FORMER President Goodluck Jonathan has urged political parties taking part in the August 11 general elections in Zambia to refrain from violence and accept the outcome of the polls.
The former president, who stated this yesterday at his press conference in Lusaka as head of the African Union Election Observation Mission to Zambia, also appealed to political party leaders to endeavour to place the country’s interest over political ambitions.
A statement yesterday from the media adviser to Dr. Jonathan, Ikechukwu Eze, said advising those that might lose the elections to be magnanimous and accept the results as the will of the people of Zambia, Jonathan further said: “Politicians going in for elective positions should be open-minded about the outcome because they can either win or lose. Politicians who want to play meaningful roles in governance should realise that it is not about them. Those who care only about themselves should quit politics and begin to manage personal businesses.
“Our states are not private enterprises. You cannot be interested in governance without sufficient interest in the affairs of the people. So the interest of the country should come first as politicians tick their priority boxes.
“This also requires politicians to accept the outcome of genuine elections because of the interest of the people. You cannot instigate violence and mayhem on the one hand and pretend that you are fighting for the people on the other. It does not make any sense to get involved in bloodshed, destroy properties, frustrate businesses and collapse the economy in order to win elections. Our advice is to put public interest above other expectations by accepting the results of elections.”
The former president also noted that Zambia has had relatively smooth power transitions since gaining independence from Britain in 1964, adding that the pre-election environment was conducive for a free and fair election.

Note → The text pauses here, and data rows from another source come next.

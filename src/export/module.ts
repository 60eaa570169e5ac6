// One WebAssembly module from the kernel and an image: the image becomes part of the module's own memory, where the first
// `reserve` gives it away, and a custom section says what the model is. No compiler is needed for that.
import { readUnsigned, signed, unsigned } from './leb.ts';

/** Numbers of sections in the binary format (WebAssembly core specification). */
const customSection = 0;
const memorySection = 5;
const dataSection = 11;
const dataCountSection = 12;
const headerBytes = 8;
const pageBytes = 65536;

interface Section {
  readonly id: number;
  readonly body: Uint8Array;
}

export interface ModelModule {
  readonly kernel: Uint8Array;
  readonly image: Uint8Array;
  /** Where the image stands in the memory of the module. */
  readonly address: number;
  readonly section: { readonly name: string; readonly text: string };
}

export function writeModule({ kernel, image, address, section }: ModelModule): Uint8Array<ArrayBuffer> {
  const pages = Math.ceil((address + image.length) / pageBytes);
  const sections = sectionsOf(kernel).map((one) => {
    if (one.id === memorySection) return withPages(one, pages);
    if (one.id === dataCountSection) return { id: one.id, body: bytes(unsigned(readUnsigned(one.body, 0).value + 1)) };
    return one.id === dataSection ? withSegment(one, address, image) : one;
  });
  if (!sections.some(({ id }) => id === dataSection)) {
    sections.push(withSegment({ id: dataSection, body: bytes([0]) }, address, image));
  }
  const name = new TextEncoder().encode(section.name);
  const described = bytes(unsigned(name.length), name, new TextEncoder().encode(section.text));
  sections.push({ id: customSection, body: described });
  return bytes(
    kernel.subarray(0, headerBytes),
    ...sections.map(({ id, body }) => bytes([id], unsigned(body.length), body)),
  );
}

function sectionsOf(module: Uint8Array): Section[] {
  const sections: Section[] = [];
  for (let at = headerBytes; at < module.length;) {
    const { value: size, next } = readUnsigned(module, at + 1);
    sections.push({ id: module[at] ?? 0, body: module.subarray(next, next + size) });
    at = next + size;
  }
  return sections;
}

/** One memory, of at least so many pages. A flag before the number says whether a maximum follows. */
function withPages({ id, body }: Section, pages: number): Section {
  const flag = body[1] ?? 0;
  const { value, next } = readUnsigned(body, 2);
  return { id, body: bytes([1, flag], unsigned(Math.max(value, pages)), body.subarray(next)) };
}

/** An active segment: kind 0, `i32.const address`, `end`, then its bytes. */
function withSegment({ id, body }: Section, address: number, image: Uint8Array): Section {
  const { value: count, next } = readUnsigned(body, 0);
  const segment = bytes([0, 0x41], signed(address), [0x0b], unsigned(image.length), image);
  return { id, body: bytes(unsigned(count + 1), body.subarray(next), segment) };
}

function bytes(...parts: readonly (Uint8Array | readonly number[])[]): Uint8Array<ArrayBuffer> {
  const joined = new Uint8Array(parts.reduce((sum, part) => sum + part.length, 0));
  let at = 0;
  for (const part of parts) {
    joined.set(part, at);
    at += part.length;
  }
  return joined;
}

“I believe that Zambia has served as the leading light and shown good examples over the issue of elections. I am convinced that the people of this country will maintain this exemplary peace during next Thursday’sgeneral elections.”
Organisations such as the European Union, African Union and regional bodies have also deployed their contingents to monitor the election.
Although there are many parties that registered candidates for the polls, Zambia’s 2016 election is widely seen as a two horse-race.
Governing party, Patriotic Front candidate, Edgar Lungu who won last year’s election was campaigning on a promise of stability and continuity.
His main challenger of the United Party for National Development, Hakainde Hichilema promises to fix a “broken” economy.
Electoral violence heightened during campaigns in which about 6.6 million Zambians are expected to cast their votes.